Hi Ya’ll, we’re an ISP and we provide our customers with our own email dns addresses. We block port 25 for obvious reasons, but my problem is that a customer cannot use any other DNS email because of the port 25 blocking. I’ve tried making an accept rule in ip-firewall-filter rules that allows port 25 traffic to a specific smtp ip address to go through, but it isn’t working.
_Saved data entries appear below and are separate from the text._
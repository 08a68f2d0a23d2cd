import assert from "node:assert/strict";
import { millerScaled, SELLMEIER_SETS, SHOJI_COEFFICIENTS } from "../../../models/materials/mod.ts";
import { nm } from "../../../shared/units.ts";
import { assertClose } from "../../assert_close.ts";

const qpm = JSON.parse(Deno.readTextFileSync("fixtures/check-values/qpm.json"));
const zzz = { p: "z", s: "z", i: "z" } as const;
const doubling = (fundamental: number) => ({
  lambdaP: nm(fundamental) / 2,
  lambdaS: nm(fundamental),
  lambdaI: nm(fundamental),
});

// Shoji et al. (1997), from memory except the KTP values at 1.064 µm.
Deno.test("every coefficient of Shoji et al. is there with its value, and no other", () => {
  const expected: string[] = [];
  for (const [key, material] of [["CLN", "CLN"], ["MgO5_CLN", "MgO:CLN"], ["KTP", "KTP"]] as const) {
    for (const [element, values] of Object.entries(qpm.nonlinear_coefficients_pm_per_V[key])) {
      for (const [um, d] of Object.entries(values as Record<string, number>)) {
        expected.push(`${material} ${element} ${Math.round(Number(um) * 1000)} ${d}`);
      }
    }
  }
  const ours = SHOJI_COEFFICIENTS.map((c) => `${c.material} ${c.element} ${c.at_nm} ${c.d_pm_per_v}`);
  assert.deepEqual(ours.sort(), expected.sort());
});

// Recomputed arithmetic of Miller's rule for one axis.
Deno.test("Miller's rule gives the recomputed factors", () => {
  const { miller_scaling } = qpm;
  assertClose(millerScaled("CLN", 1, nm(1064), zzz, doubling(1550)), miller_scaling.CLN_d33_1550_over_1064, {
    abs: 1e-5,
  });
  assertClose(millerScaled("CLN", 1, nm(1064), zzz, doubling(1313)), miller_scaling.CLN_d33_1313_over_1064, {
    abs: 1e-6,
  });
  // The KTP factor was recomputed with Kato & Takaoka's n_z at 20 °C; the material's own n_z is Fradkin's.
  const kato = (um: number) => SELLMEIER_SETS.kato_z.index(um, 20) ** 2 - 1;
  const cube = (um: number) => kato(um / 2) * kato(um) ** 2;
  assertClose(cube(1.313) / cube(1.064), miller_scaling.KTP_d33_1313_over_1064, { abs: 1e-6 });
  assertClose(millerScaled("KTP", 1, nm(1064), zzz, doubling(1313)), miller_scaling.KTP_d33_1313_over_1064, {
    rel: 1e-3,
  });
});

Deno.test("Miller's rule leaves a coefficient alone at its own wavelengths and undoes itself", () => {
  const axes = { p: "y", s: "y", i: "z" } as const;
  assertClose(millerScaled("KTP", 3.92, nm(1064), axes, doubling(1064)), 3.92, { rel: 1e-14 });
  const there = millerScaled("KTP", 3.92, nm(1064), axes, doubling(1582));
  assert.ok(there < 3.92 && there > 3);
  assertClose(millerScaled("KTP", there, nm(1582), axes, doubling(1064)), 3.92, { rel: 1e-14 });
});

Deno.test("Miller's rule follows each wave's own axis", () => {
  const waves = { lambdaP: nm(791), lambdaS: nm(1500), lambdaI: 1 / (1 / nm(791) - 1 / nm(1500)) };
  const swapped = { lambdaP: waves.lambdaP, lambdaS: waves.lambdaI, lambdaI: waves.lambdaS };
  const a = millerScaled("KTP", 1, nm(1064), { p: "y", s: "y", i: "z" }, waves);
  assertClose(millerScaled("KTP", 1, nm(1064), { p: "y", s: "z", i: "y" }, swapped), a, { rel: 1e-14 });
  assert.notEqual(millerScaled("KTP", 1, nm(1064), { p: "y", s: "z", i: "y" }, waves), a);
});

Deno.test("Miller's rule refuses waves without an index", () => {
  assert.throws(() => millerScaled("KTP", 1, nm(1064), zzz, doubling(880)), /RangeError.*440 nm/);
  assert.throws(() => millerScaled("KTP", 1, nm(880), zzz, doubling(1064)), /RangeError.*440 nm/);
});
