import assert from "node:assert/strict";
import { reduceFringes } from "../../../pipeline/reduce/loss.ts";
import type { LotReadings } from "../../../pipeline/reduce/lot_readings.ts";
import type { FringesRecord } from "../../../pipeline/records.ts";
import { assertClose } from "../../assert_close.ts";

const place = { file_name: "readings/f.csv", source_file: "00", source_line: 2 };
const guide = { wafer: "A", die_id: "A/01", guide_id: "A/01/g1", width_um: 3, length_mm: 20 };

function read(change: Partial<FringesRecord>, outsideIndex: number, coating: number | null) {
  const fringes = [{
    ...place,
    scope: "guide",
    unit: guide.guide_id,
    wafer: "A",
    die_id: guide.die_id,
    guide_id: guide.guide_id,
    wavelength_nm: 1550,
    polarisation: "TE",
    contrast: 0.05,
    u_contrast: 0.001,
    facet_state: "bare",
    ...change,
  }];
  return reduceFringes({
    fringes,
    facets: coating === null ? [] : [{
      ...place,
      coating_run: "C1",
      facet: "out",
      wavelength_nm: 1550,
      reflectivity: coating,
      u_reflectivity: 0.001,
    }],
    platform: { defaults: {} },
    model: { outsideIndex, index: { nEff: () => 1.8 } },
    design: {
      guideById: new Map([[guide.guide_id, guide]]),
      coatingOf: new Map(coating === null ? [] : [["A/01|out", { coating_run: "C1" }]]),
    },
  } as unknown as LotReadings);
}

Deno.test("reduceFringes() takes the bare facet against the platform's outside_index", () => {
  // α = ln(R/R̃)/L (Regener & Sohler 1985), R of n 1.8 against 1.3.
  const R = ((1.8 - 1.3) / (1.8 + 1.3)) ** 2;
  const reduced = (1 - Math.sqrt(1 - 0.05 ** 2)) / 0.05;
  const dbPerCm = Math.log(R / reduced) / 2 * 10 / Math.LN10;
  assertClose(read({}, 1.3, null).traits[0]!.value, dbPerCm, { rel: 1e-9 });
});

Deno.test("reduceFringes() refuses fringes between facets of which one reflects nothing", () => {
  const { traits, remarks } = read({ facet_state: "coated" }, 1, 0);
  assert.deepEqual(traits, []);
  assert.match(remarks[0]!.statement, /a facet of reflectivity 0 makes no fringes/);
});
Any tips?
Mac
I use a simple rule, in this example my main (ISP) Mail server is 1.1.1.1 and a customer has a mail server someone else hosts at 2.2.2.2/32 and another customer at 3.3.3.3/32.
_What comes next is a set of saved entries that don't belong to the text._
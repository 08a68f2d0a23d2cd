import { ok } from "node:assert/strict";
import { predictGuide } from "../../../models/decision/mod.ts";
import { mismatch } from "../../../models/guides/mod.ts";
import {
  bandCovering,
  gratingSpectrum,
  realiseMismatch,
  spectrumPower,
  uniformGrating,
} from "../../../models/poling/mod.ts";
import { reduceTuning } from "../../../pipeline/reduce/tuning.ts";
import type { LotReadings } from "../../../pipeline/reduce/lot_readings.ts";
import { resolveGuide, windowsByUnit } from "../../../pipeline/traits/guide_traits.ts";
import { TraitPools } from "../../../pipeline/traits/pools.ts";
import { platformSchema } from "../../../shared/schemas/platform.ts";
import { randomFrom } from "../../../shared/random.ts";
import type { ThreeWaves } from "../../../shared/vocabulary.ts";
import { ktp, request } from "../../models/decision/a_guide.ts";
import { guideRecord, lotDesign } from "../traits/a_lot.ts";

const platform = platformSchema.parse({
  ...JSON.parse(Deno.readTextFileSync("models/platforms/bulk-ktp.json")),
  defaults: {
    loss_db_cm: 0,
    mfd_x_um: { value: 8, u: 1, at_nm: 1550 },
    mfd_y_um: { value: 6, u: 1, at_nm: 1550 },
    duty: 0.5,
    coated_reflectivity: 0.01,
  },
});
const [poledFrom, poledLength] = [1e-3, 18e-3];
const at = (lambda: number): ThreeWaves => ({
  lambdaP: lambda / 2,
  lambdaS: lambda,
  lambdaI: lambda,
  polP: "TM",
  polS: "TM",
  polI: "TM",
});
const bare = (lambda: number, T: number) => mismatch(ktp.index, at(lambda), T, { width_um: 4 });
const [lambda0, T0] = [1582e-9, 40];
const period = 2 * Math.PI / Math.abs(bare(lambda0, T0)) / ktp.expansion(T0);
const grating = uniformGrating({ start: poledFrom, length: poledLength, period });
/** Δβ per m of wavelength, from which a width in wavelength follows. */
const slope = (bare(lambda0 + 1e-12, T0) - bare(lambda0 - 1e-12, T0)) / 2e-12;
const doubling = request({
  process: "second-harmonic",
  polarisations: { pump: "TM", signal: "TM", idler: "TM" },
  signal: { wavelength_nm: 1582 },
});

/** A guide whose Δβ has a spread, scanned, reduced, and predicted for the process of the scan. Null: the scan was refused. */
function asScanned(n: number, sd: number) {
  const guide = guideRecord(`A-1/01/g${n}`, {
    length_mm: 20,
    poled_from_mm: 1,
    poled_length_mm: 18,
    period_um: period * 1e6,
  });
  const random = randomFrom(`scanned guide ${n}`);
  const profile = realiseMismatch(
    { start: poledFrom, length: poledLength, sd, correlationLength: 1e-3 },
    random,
  );
  const s = ktp.expansion(T0);
  const middle = bare(lambda0, T0) * s;
  const spectrum = gratingSpectrum(grating, bandCovering(middle - 6e3, middle + 6e3, poledLength), {
    profile,
  });
  let peak = 0;
  for (let x = -3e3; x <= 3e3; x += 10) {
    if (spectrumPower(spectrum, middle + x) > spectrumPower(spectrum, middle + peak)) peak = x;
  }
  const tuning = Array.from({ length: 61 }, (_, k) => {
    const lambda = lambda0 + (peak + (k - 30) * 45) / slope;
    return {
      scope: "guide",
      unit: guide.guide_id,
      ...guide,
      scan: "s",
      process: "second-harmonic",
      polarisations: "TM+TM>TM",
      temperature_c: T0,
      wavelength_nm: lambda * 1e9,
      power_rel: spectrumPower(spectrum, bare(lambda, T0) * s) + 0.05 + 0.004 * random.normal(),
      file_name: "readings/tuning.csv",
      source_file: "00",
      source_line: k + 2,
    };
  });
  const design = lotDesign({}, [guide]);
  const { traits } = reduceTuning(
    { tuning, poling: [], design, platform, model: ktp } as unknown as LotReadings,
    new Map(),
    new TraitPools(platform, design, []),
  );
  const length = traits.find((t) => t.trait === "effective_length_mm");
  if (length === undefined) return null;
  const { inputs } = resolveGuide(
    new TraitPools(platform, design, traits),
    windowsByUnit([]),
    guide,
    doubling,
    null,
  );
  const figures =
    predictGuide(ktp, doubling, inputs, { recorded: null, size: { draws: 128, spectral: 16 } }).figures;
  const figure = (name: string) => figures.find((f) => f.figure === name)!;
  const width = 5.566229513 / (length.value * 1e-3) / Math.abs(slope * s) * 1e9;
  return {
    told: inputs.mismatchSpread !== null,
    width: { value: width, u: width * length.u / length.value },
    acceptance: figure("acceptance_nm"),
    efficiency: figure("efficiency_percent_per_w"),
    truth: spectrumPower(spectrum, middle + peak) / (2 / Math.PI) ** 2,
  };
}

Deno.test("the acceptance of a scanned guide is predicted as wide as its scan was, and its efficiency as low as its peak", () => {
  // The same guide without a spread, whose efficiency all others are held against.
  const ideal = asScanned(1000, 0)!;
  ok(!ideal.told);
  const guides = Array.from({ length: 100 }, (_, n) => asScanned(n, 100 + 5 * n)).filter((g) => g !== null);
  const told = guides.filter((g) => g.told);
  ok(guides.length >= 85 && told.length >= 60, `${guides.length} scanned, ${told.length} told`);
  const share = (kept: (g: typeof told[number]) => boolean) => told.filter(kept).length / told.length;
  const wide = share(({ width, acceptance }) =>
    Math.abs(acceptance.mean! - width.value) <= 2 * Math.hypot(acceptance.u!, width.u, 0.01 * width.value)
  );
  // 95 % of 60 … 90 guides, less three standard errors.
  ok(wide >= 0.87, `${wide}`);
  const high = share(({ efficiency, truth }) =>
    truth * ideal.efficiency.mean! >= efficiency.lo! && truth * ideal.efficiency.mean! <= efficiency.hi!
  );
  ok(high >= 0.87, `${high}`);
  const pulls = told.map(({ efficiency, truth }) =>
    (efficiency.mean! - truth * ideal.efficiency.mean!) / efficiency.u!
  );
  const mean = pulls.reduce((sum, p) => sum + p, 0) / pulls.length;
  ok(Math.abs(mean) < 0.7, `${mean}`);
});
This rule blocks an destination TCP port 25 that is not destined for the IP addresses listed in the address List SMTP-addr.
/ ip firewall filter
add chain=forward protocol=tcp dst-port=25 dst-address-list=!SMTP-addr action=drop comment=“” disabled=no
/ ip firewall address-list
add list=SMTP-addr address=1.1.1.1/32 comment=“ISP SMTP” disabled=no
add list=SMTP-addr address=2.2.2.2/32 comment=“Cust1 SMTP” disabled=no
add list=SMTP-addr address=3.3.3.3/32 comment=“Cust2 SMTP” disabled=no
I hope this helps.
Done, but it doesnt show any packets.